Refinancing or consolidating debt
If you're trying to pay off high-interest debt faster, refinancing or consolidating may be a good option. Not only could you secure a lower interest rate, but you could also have a lower monthly payment and get extra cash. For more information on whether refinancing or consolidating debt would help you, read below.
When you refinance, you take out a new loan to pay off the remaining balance of your old one (and possibly end up with extra money). This allows you to change your interest rate and terms. Refinancing is an option offered for many types of loans, especially mortgages.
Consolidation is a form of refinancing, but its purpose is to pay off more than one debt balance with a new loan. In other words, it's trading multiple monthly payments for one. This can be a good choice for tackling credit card and other loan debts.
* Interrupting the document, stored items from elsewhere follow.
//! The exposure engine (docs/method.md §2): which trades meet which release windows.
//!
//! Every rule is an intersection of two closed intervals: the trade's
//! `[open, close]` (`[open, open]` for `entered`) and the release's window
//! `[t − pre, t + post]` (`[t, t]` for `held`). Used releases are indexed per
//! currency, sorted by window start; a trade's candidates are the windows
//! starting in `[q_start − L, q_end]`, L being the longest window of that
//! currency, found by binary search, then filtered on the window end. Cost:
//! O((n + m) log m + matches + near misses) — never n × m.
//!
//! Invariant: `matched_releases(t)` is exactly the set of relevant used
//! releases satisfying the rule (checked against a plain O(n·m) loop in the
//! property tests).

use crate::engine::windows::WindowSettings;
use crate::import::calendar::Release;
use crate::import::zones::{DAY_MS, MINUTE_MS};
use rayon::prelude::*;
use serde::Serialize;
use std::collections::HashMap;

/// Which trades count as exposed to a release.
#[derive(Debug, Clone, Copy, PartialEq, Eq, Default, Serialize)]
#[serde(rename_all = "snake_case")]
pub enum ExposureRule {
    /// The holding period overlaps the window: open ≤ t + post and close ≥ t − pre.
    #[default]
    Overlap,
    /// Open at the release instant: open ≤ t ≤ close.
    Held,
    /// Opened inside the window: t − pre ≤ open ≤ t + post.
    Entered,
}

impl ExposureRule {
    /// The interval of a trade that must meet a release's slot
    /// ([`UsedWindow::slot`]) under the rule: `[open, open]` for `entered`,
    /// `[open, close]` otherwise.
    pub fn query(self, open: i64, close: i64) -> (i64, i64) {
        match self {
            ExposureRule::Entered => (open, open),
            _ => (open, close),
        }
    }
}

/// One used release, as the engine sees it.
#[derive(Debug, Clone, Copy)]
struct Slot {
    start: i64,
    end: i64,
    release: u32,
}

/// Per-currency index of used releases.
#[derive(Debug, Default)]
struct CurrencyIndex {
    /// Sorted by `start`.
    slots: Vec<Slot>,
    /// Longest `end − start`.
    max_len: i64,
    /// Release instants sorted, with release index, for "nearest release".
    instants: Vec<(i64, u32)>,
}

/// A used release's window, as the engine needs it.
#[derive(Debug, Clone)]
pub struct UsedWindow {
    /// Index of the release in the calendar.
    pub release: u32,
    /// The release's currency.
    pub currency: String,
    /// Window start and end (inclusive), and the release instant, ms.
    pub start: i64,
    /// Window end (inclusive), ms.
    pub end: i64,
    /// Release instant, ms.
    pub at: i64,
    /// A release with a date but no time (its window is the local day).
    pub all_day: bool,
}

impl UsedWindow {
    /// The interval a trade's query must meet under `rule`: the release
    /// instant for `held` (the whole window for an all-day release), else
    /// the window.
    pub fn slot(&self, rule: ExposureRule) -> (i64, i64) {
        slot_of(rule, self.all_day, (self.start, self.end, self.at))
    }
}

/// [`UsedWindow::slot`] of a release's `(start, end, at)` window (as
/// `WindowSettings::span_for` gives it).
pub fn slot_of(rule: ExposureRule, all_day: bool, (start, end, at): (i64, i64, i64)) -> (i64, i64) {
    match rule {
        ExposureRule::Held if !all_day => (at, at),
        _ => (start, end),
    }
}

/// The windows of the releases the settings use, in calendar order.
pub fn used_windows(releases: &[Release], windows: &WindowSettings) -> Vec<UsedWindow> {
    releases
        .iter()
        .enumerate()
        .filter_map(|(i, r)| {
            let (start, end, at) = windows.span_for(r)?;
            Some(UsedWindow {
                release: i as u32,
                currency: r.currency.clone(),
                start,
                end,
                at,
                all_day: r.all_day,
            })
        })
        .collect()
}

/// Used releases indexed by currency, ready to query.
pub struct Engine {
    rule: ExposureRule,
    currencies: HashMap<String, usize>,
    index: Vec<CurrencyIndex>,
    /// Whether each calendar release is used (has a window under the settings).
    pub used: Vec<bool>,
}

/// Per-trade exposure, columnar; the matches are stored compressed by trade.
#[derive(Debug, Clone, Default)]
pub struct Exposure {
    /// Number of matched releases per trade (k).
    pub k: Vec<u32>,
    /// Every trade's matched releases, trade after trade (k of them each,
    /// sorted): walk them with [`Exposure::match_lists`].
    pub match_release: Vec<u32>,
    /// Nearest relevant used release to the open (by |t − open|), or u32::MAX.
    /// Empty from [`Engine::run_matches`].
    pub nearest: Vec<u32>,
    /// Signed minutes from the nearest release to the open (open − t);
    /// NaN when there is none.
    pub minutes_from_nearest: Vec<f64>,
}

impl Exposure {
    /// Whether trade `i` (input order) overlaps at least one used release.
    pub fn is_exposed(&self, i: usize) -> bool {
        self.k[i] > 0
    }

    /// Each trade's matched releases, in trade order (no per-trade offsets
    /// are stored: the lists are cut by k as they are walked).
    pub fn match_lists(&self) -> impl Iterator<Item = &[u32]> + '_ {
        let mut rest = self.match_release.as_slice();
        self.k.iter().map(move |&k| {
            let (here, after) = rest.split_at(k as usize);
            rest = after;
            here
        })
    }
    /// Trades exposed to at least one used release.
    pub fn exposed_count(&self) -> usize {
        self.k.iter().filter(|&&k| k > 0).count()
    }
}

impl Engine {
    /// Indexes the releases that the window settings use.
    pub fn new(releases: &[Release], windows: &WindowSettings, rule: ExposureRule) -> Engine {
        Engine::from_windows(&used_windows(releases, windows), rule, releases.len())
    }

    /// Indexes pre-computed windows (used by placebo calendars, which move
    /// the same windows in time). `n_releases` sizes `used`.
    pub fn from_windows(windows: &[UsedWindow], rule: ExposureRule, n_releases: usize) -> Engine {
        let mut currencies = HashMap::new();
        let mut index: Vec<CurrencyIndex> = Vec::new();
        let mut used = vec![false; n_releases];
        for w in windows {
            used[w.release as usize] = true;
            let ci = *currencies.entry(w.currency.clone()).or_insert_with(|| {
                index.push(CurrencyIndex::default());
                index.len() - 1
            });
            let (start, end) = w.slot(rule);
            let ix = &mut index[ci];
            ix.slots.push(Slot {
                start,
                end,
                release: w.release,
            });
            ix.max_len = ix.max_len.max(end - start);
            ix.instants.push((w.at, w.release));
        }
        for ix in &mut index {
            ix.slots.sort_by_key(|s| (s.start, s.release));
            ix.instants.sort_unstable();
        }
        Engine {
            rule,
            currencies,
            index,
            used,
        }
    }

    /// Index of a currency in the engine, if any used release has it.
    fn currency_ids(&self, codes: &[String]) -> Vec<usize> {
        codes
            .iter()
            .filter_map(|c| self.currencies.get(c).copied())
            .collect()
    }

    /// Runs every trade. `instrument_currencies[i]` lists the currencies of
    /// instrument i.
    pub fn run(
        &self,
        opened: &[i64],
        closed: &[i64],
        instrument: &[u32],
        instrument_currencies: &[Vec<String>],
    ) -> Exposure {
        self.run_with(opened, closed, instrument, instrument_currencies, true)
    }

    /// [`Engine::run`] without the nearest release of each trade (`nearest`
    /// and `minutes_from_nearest` stay empty): for placebo calendars, window
    /// grids and per-run ranking, which use only the matches.
    pub fn run_matches(
        &self,
        opened: &[i64],
        closed: &[i64],
        instrument: &[u32],
        instrument_currencies: &[Vec<String>],
    ) -> Exposure {
        self.run_with(opened, closed, instrument, instrument_currencies, false)
    }

    fn run_with(
        &self,
        opened: &[i64],
        closed: &[i64],
        instrument: &[u32],
        instrument_currencies: &[Vec<String>],
        want_nearest: bool,
    ) -> Exposure {
        let ids: Vec<Vec<usize>> = instrument_currencies
            .iter()
            .map(|c| self.currency_ids(c))
            .collect();
        let n = opened.len();
        // Work in parallel chunks, each writing its trades' k (and nearest
        // release) in place and returning its own matched releases.
        const CHUNK: usize = 1 << 16;
        let mut out = Exposure {
            k: vec![0; n],
            match_release: Vec::new(),
            nearest: vec![u32::MAX; if want_nearest { n } else { 0 }],
            minutes_from_nearest: vec![f64::NAN; if want_nearest { n } else { 0 }],
        };
        let nearest_chunks: Vec<(&mut [u32], &mut [f64])> = if want_nearest {
            out.nearest
                .chunks_mut(CHUNK)
                .zip(out.minutes_from_nearest.chunks_mut(CHUNK))
                .collect()
        } else {
            (0..n.div_ceil(CHUNK))
                .map(|_| (&mut [][..], &mut [][..]))
                .collect()
        };
        let parts: Vec<Vec<u32>> = out
            .k
            .par_chunks_mut(CHUNK)
            .zip(nearest_chunks)
            .enumerate()
            .map(|(c, (k, (nearest, minutes)))| {
                let lo = c * CHUNK;
                let mut rel = Vec::new();
                // Per currency, the last answers of the two searches: trade
                // lists come mostly in time order (per run), so the next
                // answer is near the last one.
                let mut hints = vec![[0usize; 2]; self.index.len()];
                for (j, kj) in k.iter_mut().enumerate() {
                    let i = lo + j;
                    let o = opened[i];
                    let (qa, qb) = self.rule.query(o, closed[i]);
                    let before = rel.len();
                    let mut best: Option<(i64, u32, i64)> = None;
                    for &ci in &ids[instrument[i] as usize] {
                        let ix = &self.index[ci];
                        let h = &mut hints[ci];
                        let from = partition_point_near(&ix.slots, h[0], |s| {
                            s.start < qa.saturating_sub(ix.max_len)
                        });
                        // The candidates are few: walk them rather than
                        // search for their end.
                        let mut to = from;
                        while let Some(s) = ix.slots.get(to).filter(|s| s.start <= qb) {
                            if s.end >= qa {
                                rel.push(s.release);
                            }
                            to += 1;
                        }
                        if !want_nearest {
                            h[0] = from;
                            continue;
                        }
                        // Nearest instant to the open: neighbours of the open.
                        let p = partition_point_near(&ix.instants, h[1], |x| x.0 < o);
                        *h = [from, p];
                        for cand in [p.checked_sub(1), Some(p)].into_iter().flatten() {
                            if let Some(&(t, r)) = ix.instants.get(cand) {
                                let d = (o - t).abs();
                                if best.is_none_or(|(bd, br, _)| d < bd || (d == bd && r < br)) {
                                    best = Some((d, r, t));
                                }
                            }
                        }
                    }
                    if rel.len() - before > 1 {
                        rel[before..].sort_unstable();
                    }
                    *kj = (rel.len() - before) as u32;
                    if let Some((_, r, t)) = best {
                        nearest[j] = r;
                        minutes[j] = (o - t) as f64 / MINUTE_MS as f64;
                    }
                }
                rel
            })
            .collect();
        out.match_release = parts.concat();
        out
    }
}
When to consider refinancing or consolidating:
• Your credit score is good enough to improve your approval odds and secure a lower interest rate
• You can replace a variable interest rate with a fixed rate and get lower payments
• You want to pay off debt faster and free up more money
• You're able to make payments on a new loan
Research before deciding
Before refinancing or consolidating, you have to do some research on the lenders that offer these choices. It's also important to look into the terms for your new loan and compare it to your current loan(s). Even if you get a lower interest rate, you may have an extended loan term, have to pay an origination fee on your new loan or be hit with a prepayment penalty for paying off your previous loan early. Remember, a longer term could provide short-term financial relief, but you may be paying more on the loan overall. If your debt is significant, then you may need to look into debt resolution or other methods. But if you can pay your current loan off in a short time, such as six months to a year, it may not be worth it to refinance or consolidate.